Pluriplicante 10 (Os assassinos morrem)

Esboços pluriplicantes das razões e desrazões, dos retratos e desretratos dos cotidias.                                                          

 

 

»»»»» A curta notícia, inserta numa coluna do jornal Público a 15 de janeiro de 2018, informa que morreu na prisão, aos 92 anos, Edgar Ray Killen. Nunca tinha tido conhecimento da sua existência, nem vi o filme sobre, e agora que morre leio estas linhas de jornal, junto com a foto, que a seguir reproduzo, para obviar a história:

 

Edgar Ray Killen 001

 

»»»»» Os assassinados era jovens activistas, nesses anos fatídicos para os negros norteamericanos, lembre-se, entre muitos outros, o assassinato de Martin Luther King: esses anos da década de sessenta: os jovens negros da notícia foram emboscados e mortos em 1964.

»»»»» O que foi e andou na cabeça deste assassino Edgar, explico-o em parte ou em partes: primeira parte, o animalhumano é essencialmente violento; segunda parte, o animalhumano tende a ser particularmente violento sob o sentimento do medo, real ou fantasiado, individual ou colectivo. Edgar Ray Killen, como todos os racistas e xenófobos, vivia, explico eu, sob a tão insuportável quanto fantasmática pressão do medo, indutora de patologias — o outro atemoriza as crianças, os débeis mentais, os ignorantes (de que as actuais classes médias estão prenhes). Estas são as partes que eu me explico, haverá outras acaso que não me sei explicar. Mas inda acrescento estas partes: o caldo de cultura puritana e segregativa anglo-saxónica (o negro é de uma “suja” fisicalidade exposta); o auto-desconhecimento de si-mesmo (e esta falha pode ter efeitos letais).

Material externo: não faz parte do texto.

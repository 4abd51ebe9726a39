//! A node's solution drawn: arcs and values on the map, bars over time, lengths in strips, a graph, or a
//! grid of values. The engine says which drawings suit, the likeliest first; a person may choose another.

use record::message::{Arc, Cycle, Drawing, InstanceReport, NodeDetail, Picture};
use report::number::{full, short};
use yew::prelude::*;

use crate::state::pointer::Shared;
use crate::view::bars::Bars;
use crate::view::graph::Graph;
use crate::view::map::Map;
use crate::view::strips::Strips;

#[derive(Properties, PartialEq)]
pub(crate) struct PicturesProps {
    pub(crate) detail: Shared<NodeDetail>,
    pub(crate) report: Shared<InstanceReport>,
    /// The name of the drawing that was chosen.
    pub(crate) drawn: UseStateHandle<String>,
    /// A set of stops to tint.
    pub(crate) set: Option<Shared<Vec<usize>>>,
    /// The column that is chosen in the table of values.
    pub(crate) column: Option<u32>,
}

/// The drawing, with what may be drawn instead.
#[component]
pub(crate) fn Pictures(props: &PicturesProps) -> Html {
    let drawings = use_memo((props.detail.clone(), props.report.clone()), |(detail, report)| {
        drawings(detail, report).into_iter().map(Shared::new).collect::<Vec<_>>()
    });
    let chosen = drawings.iter().find(|drawing| drawing.name == *props.drawn);
    let Some(drawing) = chosen.or(drawings.first()) else { return Html::default() };
    let onchange = {
        let drawn = props.drawn.setter();
        Callback::from(move |event: Event| {
            let field: web_sys::HtmlSelectElement = event.target_unchecked_into();
            drawn.set(field.value());
        })
    };
    html! {
        <figure class="drawing" data-testid="picture">
            <Drawn
                drawing={drawing.clone()} report={props.report.clone()} set={props.set.clone()}
                column={props.column}
            />
            <figcaption class="under">
                <span class="soft">{ caption(&drawing.picture) }</span>
                if drawings.len() > 1 {
                    <select aria-label="Drawing of the solution" data-testid="drawn" {onchange}>
                        for each in drawings.iter() {
                            <option value={each.name.clone()} selected={each == drawing}>{ each.name.clone() }</option>
                        }
                    </select>
                }
            </figcaption>
        </figure>
    }
}

/// The drawings that there is room for: on a map only where there are stops. Without a point,
/// the cycle that proves it.
fn drawings(detail: &NodeDetail, report: &InstanceReport) -> Vec<Drawing> {
    let mapped = !report.stops.is_empty();
    let mut drawings: Vec<Drawing> = detail
        .drawings
        .iter()
        .filter(|drawing| mapped || !matches!(drawing.picture, Picture::Map { .. }))
        .cloned()
        .collect();
    if let Some(arcs) = detail.cycle.as_ref().and_then(|cycle| around(cycle, report)) {
        let picture = Picture::Map { arcs, at: Vec::new() };
        drawings.push(Drawing { name: "the cycle on the map".to_owned(), picture });
    } else if drawings.is_empty() && mapped && !detail.values.is_empty() {
        let picture = Picture::Map { arcs: Vec::new(), at: Vec::new() };
        drawings.push(Drawing { name: "the stops".to_owned(), picture });
    }
    drawings
}

/// The arcs of a cycle, when all its stops are on the map.
fn around(cycle: &Cycle, report: &InstanceReport) -> Option<Vec<Arc>> {
    let place = |label: &String| report.stops.iter().position(|stop| stop.label == *label);
    let places: Vec<usize> = cycle.stops.iter().map(place).collect::<Option<_>>()?;
    let next = places.iter().cycle().skip(1);
    let arcs = places.iter().zip(next).map(|(&from, &to)| Arc {
        from: from as u32,
        to: to as u32,
        value: 1.0,
        column: None,
    });
    Some(arcs.collect())
}

/// A cycle in words: "Ash → Birch → Ash, total −3 minutes".
pub(crate) fn cycle_words(cycle: &Cycle, unit: &str) -> String {
    let mut stops: Vec<&str> = cycle.stops.iter().map(String::as_str).collect();
    stops.extend(cycle.stops.first().map(String::as_str));
    let unit = if unit.is_empty() { String::new() } else { format!(" {unit}") };
    format!("{}, total {}{unit}", stops.join(" → "), short(cycle.total))
}

fn caption(picture: &Picture) -> &'static str {
    match picture {
        Picture::Map { at, .. } if !at.is_empty() => {
            "The value stands at its stop; an arc is a row that is met exactly."
        }
        Picture::Map { arcs, .. } if arcs.is_empty() => "",
        Picture::Map { .. } => {
            "Width is the value; dashed where fractional. A drive keeps to the right of its way."
        }
        Picture::Bars { .. } => "Each variable on a scale of its own.",
        Picture::Strips { time: true, .. } => {
            "A length is how long the work takes; dashed where fractional. In a relaxation lengths may \
             lie over one another."
        }
        Picture::Strips { .. } => {
            "A length is weight times value; the stroke is the room there is."
        }
        Picture::Graph { arcs, .. } if !arcs.is_empty() => {
            "Width is the value; dashed where fractional."
        }
        Picture::Graph { vertices, .. } if vertices.iter().any(|at| !at.class.is_empty()) => {
            "In brackets the class with the greatest value; full is 1, half in between; thin lines \
             join what a row holds together."
        }
        Picture::Graph { .. } => {
            "Full is 1, a ring is 0, half in between; thin lines join what a row holds together."
        }
        Picture::Grid { .. } => "Darker is more; blank is 0.",
    }
}

#[derive(Properties, PartialEq)]
struct DrawnProps {
    drawing: Shared<Drawing>,
    report: Shared<InstanceReport>,
    set: Option<Shared<Vec<usize>>>,
    column: Option<u32>,
}

#[component]
fn Drawn(props: &DrawnProps) -> Html {
    let on_map = use_memo(props.drawing.clone(), |drawing| match &drawing.picture {
        Picture::Map { arcs, at } => (Shared::new(arcs.clone()), Shared::new(at.clone())),
        _ => (Shared::new(Vec::new()), Shared::new(Vec::new())),
    });
    match &props.drawing.picture {
        Picture::Map { .. } => html! {
            <Map
                report={props.report.clone()} arcs={on_map.0.clone()} at={Some(on_map.1.clone())}
                set={props.set.clone()} column={props.column}
                label={format!("{}; the values are in the table", props.drawing.name)}
            />
        },
        Picture::Bars { .. } => html! { <Bars drawing={props.drawing.clone()} /> },
        Picture::Strips { .. } => {
            html! { <Strips drawing={props.drawing.clone()} column={props.column} /> }
        }
        Picture::Graph { .. } => {
            html! { <Graph drawing={props.drawing.clone()} column={props.column} /> }
        }
        Picture::Grid { rows, columns, cells } => heat(&props.drawing.name, rows, columns, cells),
    }
}

/// Shades of a cell.
const SHADES: f64 = 5.0;

fn heat(name: &str, rows: &[String], columns: &[String], cells: &[(u32, u32, f64)]) -> Html {
    let most =
        cells.iter().fold(0.0, |a: f64, cell| if cell.2.abs() > a { cell.2.abs() } else { a });
    let mut by_place = vec![None; rows.len() * columns.len()];
    for &(row, column, value) in cells {
        if let Some(place) = by_place.get_mut(row as usize * columns.len() + column as usize) {
            *place = Some(value);
        }
    }
    let cell = |value: Option<f64>| match value {
        Some(value) => {
            let shade = (value.abs() / most * SHADES).ceil();
            html! { <td class={format!("shade-{shade}")} title={full(value)}>{ short(value) }</td> }
        }
        None => html! { <td /> },
    };
    html! {
        <div class="scroll" tabindex="0" role="region" aria-label={name.to_owned()}>
            <table class="heat" data-testid="heat">
                <thead><tr>
                    <td />
                    for column in columns.iter() { <th scope="col"><span>{ column.clone() }</span></th> }
                </tr></thead>
                <tbody>
                    for (row, label) in rows.iter().enumerate() {
                        <tr>
                            <th scope="row">{ label.clone() }</th>
                            for column in 0..columns.len() { { cell(by_place[row * columns.len() + column]) } }
                        </tr>
                    }
                </tbody>
            </table>
        </div>
    }
}

#[cfg(test)]
mod tests {
    use super::*;
    use record::message::Stop;

    fn cycle(labels: &[&str]) -> Cycle {
        Cycle { stops: labels.iter().map(|&label| label.to_owned()).collect(), total: -3.0 }
    }

    #[test]
    fn a_cycle_is_told_from_its_first_stop_to_its_first_stop() {
        let ash = cycle(&["Ash", "Birch", "Cedar"]);
        assert_eq!(cycle_words(&ash, "minutes"), "Ash → Birch → Cedar → Ash, total −3 minutes");
        assert_eq!(cycle_words(&ash, ""), "Ash → Birch → Cedar → Ash, total −3");
    }

    #[test]
    fn a_cycle_is_drawn_where_its_stops_stand() {
        let stop =
            |label: &str| Stop { label: label.to_owned(), x: 0.0, y: 0.0, mark: String::new() };
        let stops = ["Birch", "Yard", "Ash"].map(stop).to_vec();
        let report = InstanceReport { stops, ..InstanceReport::default() };
        let arcs = around(&cycle(&["Ash", "Birch"]), &report).unwrap();
        let pairs: Vec<_> = arcs.iter().map(|arc| (arc.from, arc.to)).collect();
        assert_eq!(pairs, [(2, 0), (0, 2)]);
        assert!(around(&cycle(&["Ash", "Elm"]), &report).is_none());
    }
}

»»»»» Edgar Ray Killen era um chefe da Ku Klux Klan, em 1964, e até â morte terá mantido a sua perspectiva segregacionista, escreve a notícia. O nascimento desta organização racista é reportado — e de que grandiosa maneira! — pelo que eu reputo o mais genial realizador norteamericano do século XX, ou antes, o mais absolutamente genial do cinema tout court do século XX: David Wark Griffith. A maioria dos seus filmes data da época do cinema mudo, mas são todos mais sugestivos e luminosamente emotivos do que a maioria dos entretanto realizados até ao nosso século XXI. Um filme seminal da história contemporânea dos EUA, realizado por Griffith, é justamente The birth of a nation (1915). Ainda hoje está por esclarecer, ou eu estou por perceber, em que medida o realizador seria adepto do segregacionismo. Sendo um filme eminentemente épico, em toda a plenitude da palavra, pode parecer ambígua a sua euforia visual, mas não é necessário que seja lido enquanto apologético do poder branco.